United States District Court, N.D. Ohio
Sep 4, 2007
CASE NO. 1:06CV2393 (N.D. Ohio Sep. 4, 2007)

Opinion

CASE NO. 1:06CV2393.

September 4, 2007


OPINION AND ORDER


Petitioner William Roelle was convicted, after a jury trial in Cuyahoga County Common Pleas Court, of kidnapping with a sexual motivation specification, and was classified as a sexual predator. On October 3, 2006, Roelle filed a Petition for Writ of Habeas Corpus pursuant to 28 U.S.C. § 2254. The Respondent, Warden Julius Wilson, filed an Answer/Return of Writ on January 16, 2007. Petitioner was granted an extension of time until March 7, 2007 within which to file his Traverse. Petitioner's Traverse was never filed. On April 29, 2007, the Magistrate Judge recommended Petitioner's application for habeas corpus be denied. For the following reasons, the Court ADOPTS the recommendation of the Magistrate Judge and DENIES the Petition for Writ of Habeas Corpus.

Rule 72(b) of the Federal Rules of Civil Procedure provides that objections to a Magistrate Judge's Report and Recommendation must be filed within ten days after service. Petitioner filed an unsigned Motion for an Extension of Time until July 30, 2007 to file his Objections. (ECF DKT #16). The request was granted: yet Petitioner failed to timely file or to seek to further extend the time to file his Objections to the Magistrate Judge's Report and Recommendation. Petitioner's unsigned Objections were filed on July 31, 2007 and again on August 6, 2007. (ECF DKT #17 #18). Petitioner's failure to timely file his Objections acts a waiver of any objections and waives his right to appeal the District Court's Order. Thomas v. Arn, 728 F. 2d 813 (6th Cir. 1984), aff'd, 474 U.S. 140 (1985). reh'g denied, 474 U.S. 1111 (1986); United States v. Walters, 638 F. 2d 947 (6th Cir. 1981). Despite Petitioner's procedural failings, however, this Court will address the merits of his Objections.

I. LAW AND ANALYSIS

Standard of Review

When a federal habeas claim has been adjudicated by the state courts, 28 U.S.C. § 2254(d)(1) provides the writ shall not issue unless the state decision "was contrary to, or involved an unreasonable application of, clearly established federal law as determined by the Supreme Court of the United States." Further, a federal court may grant habeas relief if the state court arrives at a decision opposite to that reached by the Supreme Court of the United States on a question of law, or if the state court decides a case differently than did the Supreme Court on a set of materially indistinguishable facts. Williams v. Taylor, 529 U.S. 362, 405-406 (2000). The appropriate measure of whether or not a state court decision unreasonably applied clearly established federal law is whether that state adjudication was "objectively unreasonable" and not merely erroneous or incorrect. Williams, 529 U.S. at 409-411.

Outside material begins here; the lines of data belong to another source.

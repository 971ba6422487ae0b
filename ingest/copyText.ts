/**
 * Values → one line of PostgreSQL's COPY text format (PostgreSQL docs,
 * "COPY — File Formats — Text Format"): columns separated by tabs, NULL as
 * \N, and backslash, tab, newline and carriage return escaped.
 */
function field(value: unknown): string {
  if (value === null || value === undefined) return '\\N';
  if (typeof value === 'number') return String(value);
  if (typeof value === 'boolean') return value ? 't' : 'f';
  return String(value).replace(/[\\\t\n\r]/g, (c) => (c === '\\' ? '\\\\' : c === '\t' ? '\\t' : c === '\n' ? '\\n' : '\\r'));
}

export function copyLine(values: readonly unknown[]): string {
  let line = field(values[0]);
  for (let i = 1; i < values.length; i++) line += '\t' + field(values[i]);
  return line + '\n';
}
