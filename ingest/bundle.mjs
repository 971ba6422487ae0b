// The holdfast CLI as plain JavaScript, for `holdfast ingest`.
//
// Why: under tsx every module is transformed on the fly by a loader that
// runs on a thread of its own, with its own heap, and keeps source maps of
// everything it loaded; that costs the long-running ingest worker about
// 25 MB of resident memory for nothing once it has started (README, "Ingest
// speed"). So the worker runs from an esbuild bundle of cli/main.ts built at
// start: about half a second, with the esbuild that tsx itself uses.
//
// - Code splitting keeps each command's modules in chunks of their own, loaded
//   only when the command runs (as cli/main.ts intends); packages stay
//   imports, resolved from the project's node_modules.
// - `import.meta.url` is pinned to each source file's own URL, so paths
//   found from it (prisma/migrations, the generated Prisma client) stay
//   right wherever the bundle lives.
// - The bundle goes to node_modules/.cache/holdfast-cli/<content hash>/,
//   written to a temporary folder and renamed, so workers starting together
//   share it without reading a half-written one. Folders unused for a day
//   are removed.
// - When anything fails, the caller falls back to tsx (and says why).
import { createHash } from 'node:crypto';
import { existsSync, mkdirSync, readdirSync, readFileSync, renameSync, rmSync, statSync, utimesSync, writeFileSync } from 'node:fs';
import { createRequire } from 'node:module';
import path from 'node:path';
import { fileURLToPath, pathToFileURL } from 'node:url';

const ROOT = path.resolve(path.dirname(fileURLToPath(import.meta.url)), '..');
const CACHE = path.join(ROOT, 'node_modules', '.cache', 'holdfast-cli');
const STALE_MS = 24 * 3600_000;

/** esbuild as tsx resolves it: tsx depends on it, the project does only through tsx. */
function loadEsbuild() {
  const tsx = createRequire(import.meta.url).resolve('tsx/package.json');
  return createRequire(tsx)('esbuild');
}

/** Replace `import.meta.url` in the project's TypeScript with the file's own URL. */
const pinImportMetaUrl = {
  name: 'pin-import-meta-url',
  setup(build) {
    build.onLoad({ filter: /\.[cm]?tsx?$/ }, (args) => {
      if (args.path.includes(`${path.sep}node_modules${path.sep}`)) return undefined;
      const source = readFileSync(args.path, 'utf8');
      if (!source.includes('import.meta.url')) return undefined;
      const contents = source.replaceAll('import.meta.url', JSON.stringify(pathToFileURL(args.path).href));
      return { contents, loader: args.path.endsWith('x') ? 'tsx' : 'ts' };
    });
  },
};

/** Build (or find) the bundle; the URL of its entry module. */
export async function bundledCli() {
  const esbuild = loadEsbuild();
  let result;
  try {
    result = await esbuild.build({
      absWorkingDir: ROOT,
      entryPoints: { main: 'cli/main.ts' },
      bundle: true,
      splitting: true,
      format: 'esm',
      platform: 'node',
      target: 'node20',
      packages: 'external',
      // No keepNames: it names every closure when it is created, which cost the worker
      // about 5 % of its CPU; esbuild renames only on clashes (three functions, no class).
      outdir: CACHE,
      chunkNames: 'chunk-[hash]',
      write: false,
      logLevel: 'silent',
      plugins: [pinImportMetaUrl],
    });
  } finally {
    await esbuild.stop?.(); // the esbuild service process is not needed any more
  }
  const files = [...result.outputFiles].sort((a, b) => a.path.localeCompare(b.path));
  const hash = createHash('sha256');
  for (const f of files) hash.update(path.relative(CACHE, f.path)).update('\0').update(f.contents);
  const dir = path.join(CACHE, hash.digest('hex').slice(0, 16));
  if (!existsSync(path.join(dir, 'main.js'))) {
    const temporary = `${dir}.tmp-${process.pid}`;
    rmSync(temporary, { recursive: true, force: true });
    mkdirSync(temporary, { recursive: true });
    for (const f of files) {
      const target = path.join(temporary, path.relative(CACHE, f.path));
      mkdirSync(path.dirname(target), { recursive: true });
      writeFileSync(target, f.contents);
    }
    try {
      renameSync(temporary, dir);
    } catch (error) {
      // Another process renamed the same content first.
      rmSync(temporary, { recursive: true, force: true });
      if (!existsSync(path.join(dir, 'main.js'))) throw error;
    }
  }
  const now = new Date();
  utimesSync(dir, now, now);
  removeStale(dir);
  return pathToFileURL(path.join(dir, 'main.js')).href;
}

function removeStale(keep) {
  for (const name of readdirSync(CACHE)) {
    const dir = path.join(CACHE, name);
    try {
      if (dir !== keep && Date.now() - statSync(dir).mtimeMs > STALE_MS) rmSync(dir, { recursive: true, force: true });
    } catch {
      // removed by another process meanwhile
    }
  }
}
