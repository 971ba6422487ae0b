import type { Pool } from 'pg';
import type { Logger } from '../lib/log/logger';
import { MessageHandler } from './messageHandler';
import { TelemetrySubscriber } from './mqttSubscriber';
import { VesselDirectory } from './vesselDirectory';

export interface IngestWorkerOptions {
  pool: Pool;
  mqttUrl: string;
  mqttUsername?: string;
  mqttPassword?: string;
  clientId: string;
  topicRoot: string;
  fleetTimeZone: string;
  log: Logger;
}

/** The ingest worker: subscriber → validation → store, acknowledged after commit. */
export class IngestWorker {
  readonly handler: MessageHandler;
  private readonly subscriber: TelemetrySubscriber;
  private statsTimer?: NodeJS.Timeout;

  constructor(private readonly options: IngestWorkerOptions) {
    const vessels = new VesselDirectory(options.pool);
    this.handler = new MessageHandler(options.pool, vessels, {
      topicRoot: options.topicRoot,
      fleetTimeZone: options.fleetTimeZone,
    });
    this.subscriber = new TelemetrySubscriber({
      url: options.mqttUrl,
      clientId: options.clientId,
      username: options.mqttUsername,
      password: options.mqttPassword,
      topics: [`${options.topicRoot}/+/+`],
      onMessage: async (topic, payload) => {
        await this.handler.handle(topic, payload);
      },
      log: options.log,
    });
  }

  async start(): Promise<void> {
    await this.subscriber.start();
    this.statsTimer = setInterval(() => {
      const c = this.handler.counters;
      this.options.log.info(
        `messages=${c.messages} stored=${c.inserted} duplicates=${c.duplicates} quarantined=${c.quarantined}`,
      );
    }, 60_000);
    this.statsTimer.unref();
  }

  async stop(): Promise<void> {
    clearInterval(this.statsTimer);
    await this.subscriber.stop();
  }
}
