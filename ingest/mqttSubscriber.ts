import mqtt, { type IClientOptions, type MqttClient, type Packet } from 'mqtt';
import type { Logger } from '../lib/log/logger';
import { AckQueue } from './ackQueue';
import { classifyBrokerError, retryAtStart } from './startupRetry';

export interface SubscriberOptions {
  url: string;
  clientId: string;
  username?: string;
  password?: string;
  topics: string[];
  /**
   * Take a message: `committed` resolves once it is stored (only then is it
   * acknowledged); `ready` once the next message may be read (back-pressure).
   */
  onMessage(topic: string, payload: Buffer): { committed: Promise<void>; ready: Promise<void> };
  log: Logger;
}

/** How long the broker keeps our session (and queued QoS 1 messages) while we are away. */
const SESSION_EXPIRY_S = 7 * 24 * 3600;
const RECONNECT_MS = 2_000;
type SendPacket = (packet: Packet, cb?: (error?: Error) => void, ...rest: unknown[]) => void;

/**
 * One small class around mqtt.js. QoS 1 with a persistent session (fixed
 * client id, clean start off), so the broker keeps messages while the worker
 * is down. Speaks MQTT 5 where the broker does, 3.1.1 otherwise.
 *
 * Acknowledge after commit, without reading one message at a time: mqtt.js
 * sends a PUBACK as soon as `handleMessage` calls back and reads nothing more
 * until then. Here `handleMessage` calls back once the message is buffered
 * (so reading goes on and messages batch up), and the PUBACK it triggers is
 * held in an AckQueue until the message is committed, then sent in arrival
 * order. This wraps mqtt.js's internal `_sendPacket` (mqtt 5.16, pinned);
 * test/ingestAck.test.ts proves no acknowledgement leaves before the commit.
 * When the buffer is full, the call back waits: back-pressure on the broker.
 */
export class TelemetrySubscriber {
  private client?: MqttClient;
  private stopping = false;
  private paused = false;
  private disconnectedSince?: number;
  private disconnectTimer?: NodeJS.Timeout;
  private readonly acks = new AckQueue();
  protocolVersion: 4 | 5 = 5;

  constructor(private readonly options: SubscriberOptions) {}

  get connected(): boolean {
    return this.client?.connected ?? false;
  }

  /** Messages received whose acknowledgement has not been sent yet. */
  get unacknowledged(): number {
    return this.acks.waiting;
  }

  /**
   * Connect and subscribe. A broker that is not there yet is waited for
   * (retries with backoff, a warning each); refused credentials end start-up
   * with one clear error (ingest/startupRetry.ts).
   */
  async start(): Promise<void> {
    this.client = await retryAtStart(() => this.connectAnyVersion(), {
      what: 'broker',
      setting: 'MQTT_USERNAME/MQTT_PASSWORD',
      classify: classifyBrokerError,
      log: this.options.log,
    });
    this.protocolVersion = this.client.options.protocolVersion === 5 ? 5 : 4;
    await this.client.subscribeAsync(this.options.topics, { qos: 1 });
    this.options.log.info(`subscribed to ${this.options.topics.join(', ')} (MQTT ${this.protocolVersion === 5 ? '5' : '3.1.1'})`);
  }

  private async connectAnyVersion(): Promise<MqttClient> {
    try {
      return await this.connect(5);
    } catch (error) {
      if (!/protocol/i.test((error as Error).message)) throw error;
      this.options.log.info('broker does not speak MQTT 5; using MQTT 3.1.1');
      return await this.connect(4);
    }
  }

  private async connect(protocolVersion: 4 | 5): Promise<MqttClient> {
    const { url, clientId, username, password, log } = this.options;
    const options: IClientOptions = {
      clientId,
      username,
      password,
      clean: false,
      protocolVersion,
      reconnectPeriod: 0, // the first attempt reports its error; see below
      connectTimeout: 10_000,
      resubscribe: true,
      // No table of all 65,536 message ids as ready-made Buffers (mqtt-packet builds one at the
      // first packet: 6 MB resident for the process's life, and 65,536 objects for every full GC).
      writeCache: false,
      ...(protocolVersion === 5 ? { properties: { sessionExpiryInterval: SESSION_EXPIRY_S } } : {}),
    };
    // Handlers go on before the connection opens: a broker resuming our
    // session redelivers unacknowledged messages right after CONNACK, and
    // mqtt.js's default handler would acknowledge them unstored.
    const client = mqtt.connect(url, { ...options, manualConnect: true });
    const internals = client as unknown as { _sendPacket: SendPacket };
    const send = internals._sendPacket.bind(client);
    internals._sendPacket = (packet, cb, ...rest) => {
      const id = (packet as { messageId?: number }).messageId;
      if (packet.cmd === 'puback' && id !== undefined && this.acks.hold(id, () => send(packet, () => {}, ...rest))) {
        cb?.(); // let mqtt.js read on; the PUBACK itself waits for the commit
        return;
      }
      send(packet, cb, ...rest);
    };
    client.handleMessage = (packet, done) => {
      // Paused (shutting down): neither take nor acknowledge; the broker keeps it.
      if (this.paused) return;
      const id = packet.qos > 0 ? packet.messageId : undefined;
      if (id !== undefined) this.acks.arrived(id);
      const { committed, ready } = this.options.onMessage(packet.topic, packet.payload as Buffer);
      committed.then(
        () => id !== undefined && this.acks.committed(id),
        (error: Error) => log.warn(`a message from ${packet.topic} was not stored (${error.message}); the broker will deliver it again`),
      );
      ready.then(() => done(), (error: Error) => done(error));
    };
    await new Promise<void>((resolve, reject) => {
      const fail = (error: Error) => {
        client.removeListener('connect', ok);
        client.removeListener('close', closed);
        client.end(true);
        reject(error);
      };
      // A socket error without a code (EHOSTUNREACH …) closes the connection without an 'error' event.
      const closed = () => fail(new Error('connection closed before the broker answered'));
      const ok = () => {
        client.removeListener('error', fail);
        client.removeListener('close', closed);
        client.options.reconnectPeriod = RECONNECT_MS; // from now on, reconnect by itself
        resolve();
      };
      client.once('connect', ok);
      client.once('error', fail);
      client.once('close', closed);
      client.connect();
    });
    client.on('close', () => this.markDisconnected());
    client.on('connect', () => this.markConnected());
    client.on('error', (error) => log.warn(`broker: ${error.message}`));
    return client;
  }

  private markDisconnected() {
    if (this.stopping || this.disconnectedSince !== undefined) return;
    this.disconnectedSince = Date.now();
    this.options.log.warn('disconnected from the broker; reconnecting');
    this.disconnectTimer = setInterval(() => {
      const s = Math.round((Date.now() - this.disconnectedSince!) / 1000);
      this.options.log.warn(`still disconnected from the broker after ${s} s`);
    }, 30_000);
  }

  private markConnected() {
    if (this.disconnectedSince === undefined) return;
    this.options.log.info('reconnected to the broker');
    this.disconnectedSince = undefined;
    clearInterval(this.disconnectTimer);
  }

  /** Take no more messages (those on the way stay with the broker, unacknowledged). */
  pause(): void {
    this.paused = true;
  }

  async stop(): Promise<void> {
    this.stopping = true;
    clearInterval(this.disconnectTimer);
    await this.client?.endAsync();
  }
}
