import type { Pool } from 'pg';
import { parsePayload } from '../lib/telemetry/parsePayload';
import type { Stream } from '../lib/telemetry/schemas';
import { parseTopic } from '../lib/telemetry/topic';
import { recordBatch } from './recordBatch';
import {
  QUARANTINE_PAYLOAD_CHARS,
  writeInTransaction,
  type PreparedMessage,
  type WriteResult,
} from './storeWriter';
import type { VesselDirectory } from './vesselDirectory';

export interface HandleResult {
  inserted: number;
  duplicates: number;
  quarantined: number;
}

export interface IngestCounters extends HandleResult {
  messages: number;
  byReason: Record<string, number>;
  /** Rows stored and duplicates skipped, per stream. */
  byStream: Partial<Record<Stream, { inserted: number; duplicates: number }>>;
}

/**
 * Reads MQTT messages into what must be stored and what must be quarantined,
 * and keeps the worker's counters. `handle` stores one message on its own
 * (one transaction); the ingest pipeline batches many through `read`.
 */
export class MessageHandler {
  readonly counters: IngestCounters = { messages: 0, inserted: 0, duplicates: 0, quarantined: 0, byReason: {}, byStream: {} };

  constructor(
    private readonly pool: Pool,
    private readonly vessels: VesselDirectory,
    private readonly options: { topicRoot: string; fleetTimeZone: string },
  ) {}

  async handle(topic: string, payload: Buffer, now = new Date()): Promise<HandleResult> {
    const message = await this.read(topic, payload, now);
    const result = await writeInTransaction(this.pool, [message], this.options.fleetTimeZone);
    this.count([message], result);
    return { inserted: result.inserted, duplicates: result.duplicates, quarantined: result.quarantined };
  }

  /** Topic and payload → the records to store and the rejections to quarantine (no writes). */
  async read(topic: string, payload: Buffer, now: Date): Promise<PreparedMessage> {
    return storable(await this.prepare(topic, payload, now), payload);
  }

  private async prepare(topic: string, payload: Buffer, now: Date): Promise<PreparedMessage> {
    const where = parseTopic(this.options.topicRoot, topic);
    const whole = (r: { reason: PreparedMessage['rejected'][number]['reason']; vesselKey?: string; stream?: string; detail: string }) => ({
      topic,
      rejected: [{ ...r, topic, payload: payload.subarray(0, QUARANTINE_PAYLOAD_CHARS).toString('utf8') }],
    });
    if (!where.ok) {
      return whole({
        reason: where.reason,
        vesselKey: where.vessel,
        stream: where.stream,
        detail: where.reason === 'unknown_stream' ? `unknown stream "${where.stream}"` : `topic is not ${this.options.topicRoot}/{vessel}/{stream}`,
      });
    }
    const vesselId = await this.vessels.idOf(where.vessel);
    if (vesselId === undefined) {
      return whole({ reason: 'unknown_vessel', vesselKey: where.vessel, stream: where.stream, detail: `vessel "${where.vessel}" is not registered` });
    }
    const { stream } = where;
    const parsed = parsePayload(stream, payload, now);
    return {
      topic,
      rejected: parsed.rejected.map((r) => ({ ...r, topic, vesselKey: where.vessel, stream })),
      batch: parsed.records.length ? recordBatch(stream, vesselId, parsed.records, rereader(stream, payload, now)) : undefined,
    };
  }

  /** Add a committed flush of `messages` to the counters. */
  count(messages: PreparedMessage[], result: WriteResult): void {
    const c = this.counters;
    c.messages += messages.length;
    c.inserted += result.inserted;
    c.duplicates += result.duplicates;
    c.quarantined += result.quarantined;
    for (const m of messages) for (const r of m.rejected) c.byReason[r.reason] = (c.byReason[r.reason] ?? 0) + 1;
    for (const [stream, s] of Object.entries(result.byStream) as [Stream, { inserted: number; duplicates: number }][]) {
      const total = (c.byStream[stream] ??= { inserted: 0, duplicates: 0 });
      total.inserted += s.inserted;
      total.duplicates += s.duplicates;
    }
  }
}

/**
 * The records of a message, read again from its payload: they are needed
 * again only when the store refuses them, so a waiting message keeps its
 * payload bytes instead of its many small record objects.
 */
const rereader = (stream: Stream, payload: Buffer, now: Date) => () => parsePayload(stream, payload, now).records;

/** PostgreSQL text cannot hold U+0000: it would fail the whole write. */
const noNul = (s: string) => s.replaceAll('\u0000', '\uFFFD');

/**
 * Rejections as text the quarantine table accepts: without U+0000 (a raw
 * payload may hold it, and JSON.parse quotes the payload in its message), and
 * a record too deeply nested for JSON.stringify shown as the message text.
 */
function storable(message: PreparedMessage, payload: Buffer): PreparedMessage {
  if (message.rejected.length === 0) return message; // the usual case
  const text = (value: unknown): string => {
    if (typeof value === 'string') return value;
    try {
      return JSON.stringify(value) ?? String(value);
    } catch {
      return payload.subarray(0, QUARANTINE_PAYLOAD_CHARS).toString('utf8');
    }
  };
  return {
    ...message,
    rejected: message.rejected.map((r) => ({
      ...r,
      topic: noNul(r.topic),
      vesselKey: r.vesselKey === undefined ? undefined : noNul(r.vesselKey),
      stream: r.stream === undefined ? undefined : noNul(r.stream),
      detail: noNul(r.detail),
      payload: noNul(text(r.payload)),
    })),
  };
}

Pursuant to 28 U.S.C. § 2254(e)(1), findings of fact made by the state court are presumed correct, rebuttable only by clear and convincing evidence to the contrary. McAdoo v. Elo, 365 F. 3d 487, 493-494 (6th Cir. 2004).

First Ground for Relief

Petitioner Roelle claims his right to confrontation under the Sixth and Fourteenth Amendments of United States Constitution was denied where hearsay was admitted at trial. Specifically, the trial court permitted police officers to testify about what they learned from the alleged victim and her family members during the police investigation. The state appeals court, in State v. Roelle, 2004 WL 1848181 at *5 (Ohio App. 8 Dist.), 2004-Ohio-4352, noted:

In this case, both [officers] Katynski and Graves were careful to limit their testimony. They described only what actions they took in response to the information they were given by each person to whom they spoke, rather than any specifics about what they were told. On the rare occasion when either of them strayed from this limit, the trial court sustained defense counsel's objection to the improper testimony.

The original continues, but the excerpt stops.